Benzema: El ataque del Madrid es él y las opciones de gol pasan siempre por sus botas. Como en los últimos partidos, se le volvió a ver sin frescura física, muy lento en muchas acciones y totalmente desconectado de Vinicius, con quien no se entiende y al que “flota” en las entregas con muchísima claridad. Pese a todo, fue de lejos en mejor atacante blanco.

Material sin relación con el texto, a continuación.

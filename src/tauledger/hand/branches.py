"""The branches at a node of the hand circuit, each by its rule: the recursion of looking in.

A branch ends at AC ground, at a supply or at a driven node. A node that the walk has come from counts as open.
"""

from __future__ import annotations

import math
from collections.abc import Sequence

from msgspec import Struct, field
from msgspec.structs import replace

from tauledger.circuit import GROUND
from tauledger.hand.elements import Cell
from tauledger.hand.equivalent import EquivalentCircuit
from tauledger.hand.figures import compact, plain
from tauledger.hand.rules import Outside, Rule
from tauledger.hand.rules.bipolar import BASE, COLLECTOR, EMITTER
from tauledger.hand.rules.field_effect import DRAIN, SOURCE
from tauledger.hand.rules.transformer import through_transformer_ohm
from tauledger.hand.rules.two_terminal import (
    CONTROL_ON_COMMON,
    DIODE_BOTTOM,
    DIODE_TOP,
    OUTPUT_ON_COMMON,
    diode_siemens,
    diode_through_resistance_ohm,
)

SHORT_FORM = 0.005
NOT_PRINTED = 0.001
VISIT_BUDGET = 200
PRINTED_DEPTH = 2

Element = tuple[str, int]


class Seen(Struct, frozen=True):
    """A resistance in ohm and how it is written; `terms` of it stand in parallel or series without brackets."""

    ohm: float
    symbol: str
    terms: int = 1


class Branch(Struct, frozen=True):
    """One of the branches in parallel at a node.

    ohm: its resistance to AC ground. symbol: how it is written. detail: the working of a cell's rule, or empty.
    far, link_ohm: where it leads and through what resistance, if it is passive at this end; link_ohm None if not.
    """

    name: str
    ohm: float
    symbol: str
    detail: str = ""
    far: str = GROUND
    link_ohm: float | None = None


class Walk(Struct):
    """One look into a circuit: nodes that end a branch, the cell whose gm is taken as 0, and visits left."""

    ends: frozenset[str] = frozenset({GROUND})
    muted: int | None = None
    left: int = VISIT_BUDGET
    path: list[str] = field(default_factory=list)


def outside(circuit: EquivalentCircuit, node: str, without: frozenset[Element], walk: Walk) -> Seen:
    """Give the resistance from a node to AC ground with some elements taken out: 0 at an end, infinite if open."""
    if node in walk.ends:
        return Seen(0.0, "0")
    if node in walk.path:
        return Seen(math.inf, "∞")
    walk.left -= 1
    if walk.left < 0:
        return Seen(math.inf, "∞")
    found = branches(circuit, node, without, walk)
    ohm = total(found)
    if len(walk.path) > PRINTED_DEPTH:
        return Seen(ohm, "")
    shown = carrying(found)
    if len(walk.path) >= PRINTED_DEPTH or len(shown) > 4 or not shown:
        return Seen(ohm, plain(ohm))
    return Seen(ohm, " ‖ ".join(branch.symbol for branch in shown), len(shown))


def branches(circuit: EquivalentCircuit, node: str, without: frozenset[Element], walk: Walk) -> list[Branch]:
    """List the finite branches at a node, elements in `without` taken out."""
    walk.path.append(node)
    found: list[Branch] = []
    skipped = set(without)
    for k in _cells_near(circuit, node):
        joint = diode_joint(circuit, k)
        if ("Q", k) in skipped:
            continue
        branch: Branch | None = None
        if joint is not None and node in (joint.node, circuit.cells[k].common):
            if node == joint.node:
                skipped |= joint.elements
            branch = _diode_through(circuit, node, k, joint, walk)
        elif k in circuit.cells_at.get(node, ()):
            branch = _cell_branch(circuit, node, k, walk)
        if branch is not None and not math.isinf(branch.ohm):
            found.append(branch)
    passive: list[Branch] = []
    for k in circuit.resistors_at.get(node, ()):
        if ("R", k) in skipped:
            continue
        resistor = circuit.resistors[k]
        far = resistor.other(node)
        beyond = outside(circuit, far, frozenset({("R", k)}), walk)
        if math.isinf(beyond.ohm):
            continue
        symbol = resistor.name
        if beyond.ohm:
            symbol = f"({symbol} + {bare(beyond.symbol)})" if beyond.terms == 1 else f"({symbol} + ({beyond.symbol}))"
        passive.append(Branch(resistor.name, resistor.ohm + beyond.ohm, symbol, "", far, resistor.ohm))
    passive += [
        branch
        for k in circuit.transformers_at.get(node, ())
        if ("T", k) not in skipped and (branch := _through_transformer(circuit, node, k, walk)) is not None
    ]
    walk.path.pop()
    return [*passive, *found]


def _through_transformer(circuit: EquivalentCircuit, node: str, k: int, walk: Walk) -> Branch | None:
    """Give a winding as the resistance that it is while the other one has an end at AC ground: n²·R, and what follows.

    R lies at the other winding's live end, n is the number of turns here per turn there.
    """
    transformer = circuit.transformers[k]
    own, other = transformer.windings_from(node)
    live = [end for end in other if end != GROUND]
    if len(live) != 1 or own[0] == own[1]:
        return None
    beyond = outside(circuit, live[0], frozenset({("T", k)}), walk)
    rest = outside(circuit, next(end for end in own if end != node), frozenset({("T", k)}), walk)
    if math.isinf(beyond.ohm) or math.isinf(rest.ohm):
        return None
    n2 = transformer.turns_into(node) ** 2
    within = beyond.symbol if beyond.terms == 1 else f"({beyond.symbol})"
    symbol = f"{plain(n2)}·{within}" if n2 >= 1.0 else f"{within}/{plain(1.0 / n2)}"
    if rest.ohm:
        symbol = f"({symbol} + {rest.symbol})" if rest.terms == 1 else f"({symbol} + ({rest.symbol}))"
    detail = f"{transformer.name}: n² = {plain(max(n2, 1.0 / n2))}"
    return Branch(transformer.name, through_transformer_ohm(transformer, node, beyond.ohm) + rest.ohm, symbol, detail)


class Joint(Struct, frozen=True):
    """Where a transistor's control and output meet outside its series resistances r_b and r_c, ohm."""

    node: str
    r_b: float
    r_c: float
    elements: frozenset[Element]


def diode_joint(circuit: EquivalentCircuit, k: int) -> Joint | None:
    """Give the node at which cell k is diode-connected outside its series resistances, or None."""
    cell = circuit.cells[k]
    base = _only_resistor(circuit, cell.control, k)
    if base is None or cell.diode_connected:
        return None
    node = circuit.resistors[base].other(cell.control)
    elements: set[Element] = {("Q", k), ("R", base)}
    r_c = 0.0
    if node != cell.output:
        collector = _only_resistor(circuit, cell.output, k)
        if collector is None or circuit.resistors[collector].other(cell.output) != node:
            return None
        elements.add(("R", collector))
        r_c = circuit.resistors[collector].ohm
    if node in (GROUND, cell.common):
        return None
    return Joint(node, circuit.resistors[base].ohm, r_c, frozenset(elements))


def _cells_near(circuit: EquivalentCircuit, node: str) -> list[int]:
    """List the cells at a node, and those whose control hangs on it behind one resistor alone."""
    near = list(circuit.cells_at.get(node, ()))
    for r in circuit.resistors_at.get(node, ()):
        far = circuit.resistors[r].other(node)
        near += [k for k in circuit.cells_at.get(far, ()) if circuit.cells[k].control == far and k not in near]
    return near


def _cell_branch(circuit: EquivalentCircuit, node: str, k: int, walk: Walk) -> Branch | None:
    """Choose the rule for one cell at one of its nodes, and find what its other terminals see without it."""
    cell = _unmuted(circuit, k, walk)
    without = frozenset({("Q", k)})

    def seen(at: str) -> Seen:
        return outside(circuit, at, without, walk)

    is_control, is_common, is_output = (node == end for end in (cell.control, cell.common, cell.output))
    if is_control and is_common and is_output:
        return None
    if is_control and is_output:
        beyond = seen(cell.common)
        link = 1.0 / diode_siemens(cell) if cell.body_gm == 0.0 and diode_siemens(cell) > 0.0 else None
        return _by_rule(walk, DIODE_TOP, cell, f"diode-connected {cell.owner}", {"R_S": beyond}, cell.common, link)
    if is_control and is_common:
        return _series(CONTROL_ON_COMMON, cell, f"r_o({cell.owner})", cell.r_o, seen(cell.output), cell.output)
    if is_common and is_output:
        return _series(OUTPUT_ON_COMMON, cell, f"r_π({cell.owner})", cell.r_pi, seen(cell.control), cell.control)
    if is_control:
        if math.isinf(cell.r_pi):
            return None
        if cell.output == cell.common:
            return _series(OUTPUT_ON_COMMON, cell, f"r_π({cell.owner})", cell.r_pi, seen(cell.common), cell.common)
        r_e = seen(cell.common)
        if r_e.ohm == 0.0:
            return Branch(f"r_π({cell.owner})", cell.r_pi, f"r_π({cell.owner})", "", cell.common, cell.r_pi)
        r_c = Seen(0.0, "0") if math.isinf(cell.r_o) else seen(cell.output)
        return _by_rule(walk, BASE, cell, _into(cell, 0), {"R_E": r_e, "R_C": r_c}, cell.common, cell.r_pi)
    if is_common:
        if cell.diode_connected:
            return _by_rule(walk, DIODE_BOTTOM, cell, f"diode-connected {cell.owner}", {"R_D": seen(cell.control)})
        r_c = Seen(0.0, "0") if math.isinf(cell.r_o) else seen(cell.output)
        if math.isinf(cell.r_pi):
            return _by_rule(walk, SOURCE, cell, _into(cell, 1), {"R_D": r_c})
        return _by_rule(walk, EMITTER, cell, _into(cell, 1), {"R_B": seen(cell.control), "R_C": r_c})
    if math.isinf(cell.r_o):
        return None
    if cell.control == cell.common:
        return _series(CONTROL_ON_COMMON, cell, f"r_o({cell.owner})", cell.r_o, seen(cell.common), cell.common)
    r_e = seen(cell.common)
    if r_e.ohm == 0.0:
        return Branch(f"r_o({cell.owner})", cell.r_o, f"r_o({cell.owner})")
    if math.isinf(cell.r_pi):
        return _by_rule(walk, DRAIN, cell, _into(cell, 2), {"R_S": r_e})
    return _by_rule(walk, COLLECTOR, cell, _into(cell, 2), {"R_E": r_e, "R_B": seen(cell.control)})


def _diode_through(circuit: EquivalentCircuit, node: str, k: int, joint: Joint, walk: Walk) -> Branch:
    """Take a transistor diode-connected outside its r_b (and r_c) as one two-terminal part."""
    cell = _unmuted(circuit, k, walk)
    ohm = diode_through_resistance_ohm(cell, joint.r_b, joint.r_c)
    far = cell.common if node == joint.node else joint.node
    beyond = outside(circuit, far, joint.elements, walk)
    name = f"diode-connected {cell.owner}"
    symbol = name if beyond.ohm == 0.0 else f"({name} + {beyond.symbol})"
    given = f"r_π = {plain(cell.r_pi)}, r_b = {plain(joint.r_b)}, β = {plain(cell.beta)}"
    detail = f"{name}: [(r_π + r_b)/(β + 1)] ‖ r_o ≈ {plain(ohm)} with {given}"
    return Branch(name, ohm + beyond.ohm, symbol, detail, far, ohm)


def _only_resistor(circuit: EquivalentCircuit, node: str, k: int) -> int | None:
    """Give the one resistor at a node at which there is nothing else than cell k."""
    if node == GROUND or circuit.cells_at.get(node) != (k,):
        return None
    resistors = circuit.resistors_at.get(node, ())
    return resistors[0] if len(resistors) == 1 and node not in circuit.transformers_at else None


def _unmuted(circuit: EquivalentCircuit, k: int, walk: Walk) -> Cell:
    cell = circuit.cells[k]
    return replace(cell, gm=0.0, g_mb=0.0) if walk.muted == k else cell


def _into(cell: Cell, terminal: int) -> str:
    return f"into {cell.words[terminal]} of {cell.owner}"


def _series(rule: Rule, cell: Cell, symbol: str, ohm: float, beyond: Seen, far: str) -> Branch | None:
    if math.isinf(ohm):
        return None
    text = symbol if beyond.ohm == 0.0 else f"({symbol} + {beyond.symbol})"
    return Branch(f"{rule.name} {cell.owner}", ohm + beyond.ohm, text, "", far, ohm)


def _by_rule(
    walk: Walk,
    rule: Rule,
    cell: Cell,
    name: str,
    seen: dict[str, Seen],
    far: str = GROUND,
    link_ohm: float | None = None,
) -> Branch:
    around = Outside(control=_ohm(seen, "R_B"), common=_ohm(seen, "R_E", "R_S"), output=_ohm(seen, "R_C", "R_D"))
    ohm = rule.ohm(cell, around)
    if len(walk.path) > 1:
        # Only the branches at the node itself are printed with their working.
        return Branch(name, ohm, name, "", far, link_ohm)
    formula, equals = rule.formula, "="
    if rule.short_ohm is not None and close(rule.short_ohm(cell, around), ohm, SHORT_FORM):
        formula, equals = rule.short, "=" if close(rule.short_ohm(cell, around), ohm, 1e-9) else "≈"
    if cell.body_gm == 0.0:
        formula = formula.replace("(gm + g_mb)", "gm").replace("(1 + g_mb·R_S)/g", "1/g").replace("(g + g_mb)", "g")
    own = {"r_π": cell.r_pi, "r_o": cell.r_o, "β": cell.beta, "gm": cell.gm, "g_mb": cell.body_gm}
    shown: list[str] = []
    for symbol in rule.operands:
        if symbol not in formula:
            continue
        if symbol in seen:
            value = plain(seen[symbol].ohm)
            written = bare(seen[symbol].symbol)
            shown.append(f"{symbol} = {value}" if written in (value, "0", "∞") else f"{symbol} = {written} = {value}")
        else:
            write = compact if symbol in ("gm", "g_mb") else plain
            shown.append(f"{symbol} = {write(own.get(symbol, 0.0))}")
    given = f" with {', '.join(shown)}" if shown else ""
    return Branch(name, ohm, name, f"{name}: {formula} {equals} {plain(ohm)}{given}", far, link_ohm)


def _ohm(seen: dict[str, Seen], *symbols: str) -> float:
    return next((seen[symbol].ohm for symbol in symbols if symbol in seen), 0.0)


def total(found: Sequence[Branch]) -> float:
    """Give all branches in parallel, ohm; infinite without any."""
    if any(branch.ohm == 0.0 for branch in found):
        return 0.0
    siemens = sum(1.0 / branch.ohm for branch in found)
    return 1.0 / siemens if siemens else math.inf


def carrying(found: Sequence[Branch]) -> list[Branch]:
    """List the branches that carry at least 0.1 % of the conductance: those worth printing."""
    ohm = abs(total(found))
    return [branch for branch in found if ohm >= NOT_PRINTED * abs(branch.ohm)]


def bare(symbol: str) -> str:
    """Take the brackets off a sum that stands alone: "(RC + r_c(Q1))" → "RC + r_c(Q1)"."""
    if not (symbol.startswith("(") and symbol.endswith(")")):
        return symbol
    depth = 0
    for k, letter in enumerate(symbol):
        depth += (letter == "(") - (letter == ")")
        if depth == 0 and k < len(symbol) - 1:
            return symbol
    return symbol[1:-1]


def close(value: float, exact: float, tolerance: float) -> bool:
    """Say whether two values agree within a fraction of the exact one; an infinite value only with itself."""
    if math.isinf(value) or math.isinf(exact):
        return value == exact
    return abs(value - exact) <= tolerance * abs(exact)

Vinicius: Fuera del área y pese a muchos errores sencillos en entregas fáciles que llevan a los demonios a jugadores como Kroos, Modric o Benzema, el brasileño le puso empeño y determinación. No se guardó ni un esfuerzo, ni una carrera. Trató de explotar en algunas acciones su velocidad, pero sus fallos, sus enormes fallos a la hora de definir todas y cada una de las jugadas, le terminan convirtiendo en un lastre ofensivo. Cuanto más cerca está el brasileño de dar el último pase o el remate final, más lejos está el Madrid del gol.

Sustituciones

Asensio: Entró en el 62′ por Modric. Salió con ganas, y como el fútbol le tiene bendecido, marcó casi en el primer balón que tocó, algo que ya no es noticia. Intentó tener protagonismo con el balón en esos 30 minutos, buscando un remate que ya no llegó. Un gol para llenar el medio vaso de los que aun creen en él. 

Miguel Gutiérrez: Entró en el 62′ por Marcelo. Sin hacer nada especial, no pareció que el partido le superase. Apenas sí participó, pero en su favor hay que decir que no se notó la ausencia de Marcelo. 

Hazard: Entró en el 78′ por Vinicius. El sorprendente titular ante el Chelsea jugó once minutos (quien lo entienda que lo explique). Que te estés jugando el liderazgo de la Liga y sólo juegue 11′ es difícil de entender. Contribuyó en el gol del empate a dos de manera accidental.